Sealing area is along small bands of contact between the gasket and the ring gasket on both ID

and OD of the gasket. Shape of type “R” may be oval or octagonal in cross section (see Figure

1). Additionally, face to face between flanges will not touch when the flanges are tightened (see

Figure 2). The “R” gasket is compatible for 6B flanges.

Figure 1 - Type R ring gaskets (shape and groove)

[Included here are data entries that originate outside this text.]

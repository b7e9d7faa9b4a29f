import type { AdjustedNetwork, Observation } from "../geometry/distance-network";
import { figuresOf, settledAt } from "../geometry/place-network";
import type { Point } from "../geometry/point";
import { around, crossingSides, insideAngles, segmentsMeet, signedArea } from "../geometry/polygon";
import { rigidityOf, type Rigidity } from "../geometry/rigidity";
import { CalculationError } from "../schema";
import type { BracedNetwork } from "./braced-network";

export interface AdjustedReadings {
  /** The points that are fixed, A at the origin and B on +x where both are; null for the others. */
  places: (Point | null)[];
  /** By reading; null where a reading goes to a point that is not fixed. */
  residuals: (number | null)[];
  redundancy: (number | null)[];
  closure: number;
  /** How many readings more than the fixed points need. */
  spare: number;
  rigidity: Rigidity;
  /** Inside corners of every other figure that the same readings make as well, for the caller to name. */
  otherShapes: number[][];
}

export const defaultReadingError = 0.125;

/** Errors of at most e in m readings leave a closure of at most √m·e (2.45 e for the six of a quadrilateral), since adjusting only ever takes away. */
export const closureLimit = (readings: number, readingError: number) => Math.sqrt(readings) * readingError;

/**
 * Places the points of a braced polygon by least squares, as far as the readings fix them.
 *
 * Source: variation of coordinates (Gauss-Newton on the lengths, equal weights); which points are fixed by the rank of the
 * lengths' rigidity matrix at a general figure, and again at the one found. Several figures can fit: corners fold over. Of
 * those whose outline is simple and within the readings' error of the best, it takes the one with the inside corners named,
 * else with corners nearest to multiples of 45 degrees, and tells of the others.
 *
 * @throws CalculationError `no-outline` when no figure of these readings has a simple outline (or one with those inside corners).
 */
export function adjustReadings(network: BracedNetwork, readingError: number, inside: readonly number[] | null): AdjustedReadings {
  const { points, observations, corners } = network;
  const mayPull = ({ from, to }: Observation | { from: number; to: number }) => !(points[from]!.middle && points[to]!.middle);
  const general = rigidityOf(generalFigure(network), observations, mayPull);
  const fixed = general.fixed;
  const index = new Map(fixed.map((point, order) => [point, order]));
  const used = observations.filter(({ from, to }) => index.has(from) && index.has(to)).map(({ from, to, length }) => ({ from: index.get(from)!, to: index.get(to)!, length }));
  if (fixed.length < 3) return nothingFixed(network, general);
  const wholeOutline = points.every((point, order) => point.middle || index.has(order));
  const cornerOrder = wholeOutline ? points.flatMap((point, order) => (point.middle ? [] : [index.get(order)!])) : null;
  const shapes = outlines(fixed.length, used, cornerOrder, readingError, corners);
  const matching = inside === null || cornerOrder === null ? shapes : shapes.filter((shape) => String(shape.inside) === String(inside));
  const chosen = matching[0];
  if (chosen === undefined) throw new CalculationError([{ pointer: inside === null ? "/readings" : "/inside", code: "no-outline", params: {} }]);
  const found = rigidityOf(chosen.figure.points, used, (pull) => mayPull({ from: fixed[pull.from]!, to: fixed[pull.to]! }), flattest);
  const rigidity = found.unfixed.length === 0 ? general : joinedRigidity(general, found, fixed);
  const firm = new Set(rigidity.fixed);
  const order = new Map(fixed.filter((point) => firm.has(point)).map((point) => [point, index.get(point)!]));
  const cornersFirst = [...order.entries()].sort(([a], [b]) => Number(points[a]!.middle) - Number(points[b]!.middle) || a - b).map(([, own]) => own);
  const turned = settledAt(chosen.figure.points, chosen.mirrored, cornersFirst[0] ?? 0, cornersFirst[1] ?? 1);
  let next = 0;
  const ofReading = observations.map(({ from, to }) => (index.has(from) && index.has(to) ? next++ : null));
  return {
    places: points.map((_, point) => (order.has(point) ? turned[order.get(point)!]! : null)),
    residuals: ofReading.map((own) => (own === null ? null : chosen.figure.residuals[own]!)),
    redundancy: ofReading.map((own) => (own === null ? null : chosen.figure.redundancy[own]!)),
    closure: chosen.figure.closure,
    spare: used.length - (2 * fixed.length - 3),
    rigidity,
    otherShapes: inside === null ? shapes.slice(1).map((shape) => shape.inside) : [],
  };
}

/** Two pulls that cross flatter than about this (radians, half a degree) move a corner a hundred times the tape's error. */
const flattest = 0.01;

interface Shape {
  figure: AdjustedNetwork;
  mirrored: boolean;
  inside: number[];
  /** How far the corners are from multiples of 45 degrees, on average. */
  unusual: number;
}

/** Every figure with a simple outline that fits about as well as the best; the one with the most usual corners first, then the fewest inside ones. */
function outlines(count: number, used: readonly Observation[], cornerOrder: readonly number[] | null, readingError: number, corners: number): Shape[] {
  const figures = figuresOf(count, used, readingError, (places) => cornerOrder === null || !crossesSoFar(cornerOrder.map((point) => places[point])));
  if (cornerOrder === null) {
    const best = figures[0];
    return best === undefined ? [] : [{ figure: best, mirrored: signedArea(best.points) < 0, inside: [], unusual: 0 }];
  }
  const simple = figures.flatMap((figure): Shape[] => {
    const outline = cornerOrder.map((point) => figure.points[point]!);
    if (crossingSides(outline) !== null) return [];
    const mirrored = signedArea(outline) < 0;
    const angles = insideAngles(mirrored ? outline.map(({ x, y }) => ({ x, y: -y })) : outline);
    return [{ figure, mirrored, inside: angles.flatMap((angle, corner) => (angle > 180 ? [corner] : [])), unusual: angles.reduce((sum, angle) => sum + Math.abs(angle - 45 * Math.round(angle / 45)), 0) / corners }];
  });
  const best = Math.min(...simple.map(({ figure }) => figure.closure));
  const near = simple.filter(({ figure }) => figure.closure <= best + closureLimit(used.length, readingError));
  const distinct = near.filter((shape, order) => near.findIndex((other) => String(other.inside) === String(shape.inside)) === order);
  return distinct.sort((a, b) => Math.round((a.unusual - b.unusual) / 2) || a.inside.length - b.inside.length || a.figure.closure - b.figure.closure);
}

function crossesSoFar(outline: readonly (Point | undefined)[]): boolean {
  const sides = outline.map((from, order) => [from, around(outline, order + 1)] as const);
  return sides.some(([a, b], first) =>
    sides.some(([c, d], second) => second > first + 1 && !(first === 0 && second === sides.length - 1) && a !== undefined && b !== undefined && c !== undefined && d !== undefined && segmentsMeet(a, b, c, d)),
  );
}

/** Corners anywhere but on a special figure, by a fixed sequence; middles on their sides, as they are in the work. */
function generalFigure({ points, corners }: BracedNetwork): Point[] {
  let seed = 20;
  const random = () => (seed = (seed * 48271) % 2147483647) / 2147483647;
  const at = Array.from({ length: corners }, (_, corner) => {
    const angle = (2 * Math.PI * (corner + 0.6 * random())) / corners;
    const radius = 1 + random();
    return { x: radius * Math.cos(angle), y: radius * Math.sin(angle) };
  });
  return points.map(({ corner, middle }) => {
    const from = at[corner]!;
    const to = around(at, corner + 1);
    return middle ? { x: (from.x + to.x) / 2, y: (from.y + to.y) / 2 } : from;
  });
}

/** At the figure found (say, corners in one line) less may be fixed than in general. */
function joinedRigidity(general: Rigidity, found: Rigidity, fixed: readonly number[]): Rigidity {
  const own = (pull: { from: number; to: number }) => ({ from: fixed[pull.from]!, to: fixed[pull.to]! });
  return {
    fixed: found.fixed.map((point) => fixed[point]!),
    unfixed: [...found.unfixed.map(({ point, pulls }) => ({ point: fixed[point]!, pulls: pulls.map(own) })), ...general.unfixed].sort((a, b) => a.point - b.point),
    fixWith: [...found.fixWith.map(own), ...general.fixWith],
  };
}

function nothingFixed({ points, observations }: BracedNetwork, rigidity: Rigidity): AdjustedReadings {
  const none = observations.map(() => null);
  const all = points.map((_, point) => point).filter((point) => !rigidity.unfixed.some((other) => other.point === point));
  return { places: points.map(() => null), residuals: none, redundancy: none, closure: 0, spare: 0, rigidity: { ...rigidity, unfixed: [...rigidity.unfixed, ...all.map((point) => ({ point, pulls: [] }))].sort((a, b) => a.point - b.point) }, otherShapes: [] };
}

/** What one reading alone would have to change by for the rest to agree as well as they can; null where nothing checks it. */
export function changeAlone(residual: number, redundancy: number): number | null {
  return redundancy === 0 ? null : residual / redundancy;
}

Figure 2 - Type “R” Gasket When Energized

API Type “RX” Ring Gasket

RX ring gasket is a pressure energized ring joint gasket and sealing area when energized is along

small bands of contact between the groove and the OD of the ring gasket (see Figure 3). This

gasket is manufactured a little bit bigger in diameter than the ring groove therefore when it is

compressed, it will deform and seal the pressure. The “RX” is also not a face to face contact (see

Figure 4). This gasket must be utilized only one time. The “RX” gasket is compatible for 6BX

flanges and 16B hubs.

Figure 3 - Type RX Ring Gasket (Shape and Groove)

Figure 4 - Type “RX” Gasket When Energized

API Face-to-Face Type “RX” Ring Gasket

The face-to-face “RX” ring gasket is similar to “RX” gasket except it has increased groove width

to ensure face to face contact between flanges or hubs (see Figure 5). However, this leaves the

gasket unsupported on its ID. It is pressure-energized gasket which was adopted by API. This

gasket may not remain in a perfect round shape when it is tightened because it does not have the

support from ID of the ring groove.

Figure 5 – Face-to-Face Type “RX” Ring Gasket

API Type “BX” Ring Gasket

API Type “BX” (Figure 6) is a pressure energized ring and it is designed for face-to-face contact

between hubs or flanges. When energized, small contact bands between OD of the ring gasket

and the rig groove is the sealing area. This ring gasket is slightly bigger than the ring groove.

Therefore, when the hubs or flanges are tightened, the gasket will be slightly compressed into the

rig groove to seal pressure (see Figure 7). Since this is face-to-face contact type, the tolerance of

the gasket and ring groove is vital. If you have the gasket at the high side of tolerance and the

groove at the low side of tolerance, it will be quite difficult to achieve face-to-face contact. The

“BX” gasket is compatible for 6BX flanges and 16BX hubs.